9. ‎National Database management: This is a critical strategy for appearance tracing and itinerary tracking. Nigeria can’t really tell who is a Nigerian and who’s not. There’s no central data base system that you can key in someone’s image or nomenclature and get their life records. The first step is to aggregate a comprehensive data of citizens in a central database system. Agencies could work hand-in-glove to achieve a quality and comprehensive data. This data can then be cleaned and Preprocessed, ready for use. Then every other thing can be integrated from here.

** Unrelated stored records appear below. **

import { renderOverview, renderTerminal } from "../report/terminal.js";
import type { ClaimResult } from "../result/result.js";
import { mayColour } from "./output.js";

export interface SummaryStyle {
  /** One line a claim and nothing else. */
  readonly quiet: boolean;
  readonly colour: "auto" | "always" | "never";
}

const WIDEST = 80;
const NARROWEST = 40;

/**
 * The results in text: one claim in full; of several, whose pages hold the rest, a line each. Without pages
 * several are told in full too.
 *
 * @param page the page to open, null where none was written
 */
export function summarize(
  results: readonly ClaimResult[],
  page: string | null,
  { quiet, colour }: SummaryStyle,
): string {
  const { stdout } = process;
  const columns = stdout.isTTY ? Math.max(NARROWEST, stdout.columns || WIDEST) : WIDEST;
  const look = {
    width: Math.min(WIDEST, columns),
    colour: colour === "auto" ? mayColour(stdout) : colour === "always",
  };
  const lines = renderOverview(results, look);
  if (quiet) return lines;
  if (results.length === 1) return renderTerminal(results[0]!, page === null ? look : { ...look, page });
  if (page !== null) return `${lines}\nreport  ${page}\n`;
  const rule = `\n${"─".repeat(look.width)}\n\n`;
  return [...results.map((result) => renderTerminal(result, look)), lines].join(rule);
}
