import { randomUUID } from "node:crypto";
import { rmSync } from "node:fs";
import { realpath, stat, writeFile } from "node:fs/promises";
import { dirname, join } from "node:path";
import { WriteError, writeWhole } from "../report/write.js";
import { CallError } from "./call-error.js";

/**
 * Writes a result to a file, whole or not at all; a link is followed. What is there already and is no file,
 * such as a device or a pipe, is written as it is: a rename would put a file in its place.
 *
 * @throws CallError
 */
export async function writeTo(path: string, text: string): Promise<void> {
  const target = await realpath(path).catch(() => path);
  const about = await stat(path).catch(() => null);
  if (about === null || about.isFile()) return asCallError(path, writeWhole(target, text));
  await writeFile(path, text).catch((error: NodeJS.ErrnoException) => {
    throw new CallError(`cannot write ${path}: ${error.code === "ENOSPC" ? "no space is left" : error.code}`);
  });
}

/** Finds out ahead of the work whether a file can be written; leaves nothing. @throws CallError */
export async function tryWriting(path: string): Promise<void> {
  const about = await stat(path).catch(() => null);
  if (about?.isDirectory()) {
    throw new CallError(`cannot write ${path}: a folder of that name is in the way`);
  }
  if (about !== null && !about.isFile()) return;
  const target = await realpath(path).catch(() => path);
  const trial = join(dirname(target), `.cupel-${randomUUID()}`);
  await asCallError(path, writeWhole(trial, ""), trial);
  rmSync(trial, { force: true });
}

/** An error in writing is told of the path that was asked for. */
export async function asCallError<T>(path: string, work: Promise<T>, written = path): Promise<T> {
  try {
    return await work;
  } catch (error) {
    throw error instanceof WriteError ? new CallError(error.message.replace(written, () => path)) : error;
  }
}
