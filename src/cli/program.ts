import yargs, { type Argv } from "yargs";
import { CallError } from "./call-error.js";
import { EXIT, leaveWith } from "./exit.js";
import { say } from "./output.js";
import { schema } from "./schema.js";
import { version } from "./version.js";

/** Reads the call and carries out its command. Commands import what is heavy when they run. */
export async function run(args: readonly string[]): Promise<void> {
  const program = describe(args);
  if (args.length === 0) {
    say(await program.getHelp());
    leaveWith(EXIT.inputWrong);
    return;
  }
  await program.parseAsync();
}

function describe(args: readonly string[]): Argv {
  return yargs(args)
    .scriptName("cupel")
    .parserConfiguration({
      "boolean-negation": false,
      "camel-case-expansion": false,
      "duplicate-arguments-array": false,
      "parse-positional-numbers": false,
    })
    .detectLocale(false)
    .exitProcess(false)
    .usage("Finds out which digits of a figure read off an orbit integration stand.\n\ncupel COMMAND")
    .command(schema)
    .strict()
    .demandCommand(1, "no command given; see 'cupel --help'")
    .version(version())
    .help()
    .wrap(80)
    .fail((message, error) => {
      throw error ?? new CallError(message);
    });
}
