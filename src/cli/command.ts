import type { Argv, Options } from "yargs";

/** What a command's own file holds; it imports what is heavy when it runs. */
export interface Command {
  readonly options: Readonly<Record<string, Options>>;
  /** Adds arguments, examples and what the command does. */
  readonly attach: (program: Argv) => Argv;
}

interface Listed {
  readonly name: string;
  /** Its arguments as help shows them. */
  readonly takes: string;
  readonly does: string;
  readonly load: () => Promise<Command>;
}

export const commands: readonly Listed[] = [
  {
    name: "audit",
    takes: "CLAIM...",
    does: "Audit claims (files or globs): verdict, grade, report",
    load: async () => (await import("./audit.js")).audit,
  },
  {
    name: "calibrate",
    takes: "",
    does: "Audit the auditor: claims with known truth",
    load: async () => (await import("./calibrate.js")).calibrate,
  },
  {
    name: "catalog",
    takes: "[WHAT]",
    does: "Show equations, methods, quantities, units",
    load: async () => (await import("./catalog.js")).catalog,
  },
  {
    name: "schema",
    takes: "",
    does: "Print the JSON Schema of claim files",
    load: async () => (await import("./schema.js")).schema,
  },
];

10. ‎ Update our weaponry: This is the least topic we should be debating after decades of insurgency and terrorism by this extremist group. On the ground soldiers have repeatedly lamented over inferior weapons. For most deaths recorded on our men are largely self-inflicted as a nation. They either starve to death or get overpowered by superior weapons. Equip our men with sophisticated weapons.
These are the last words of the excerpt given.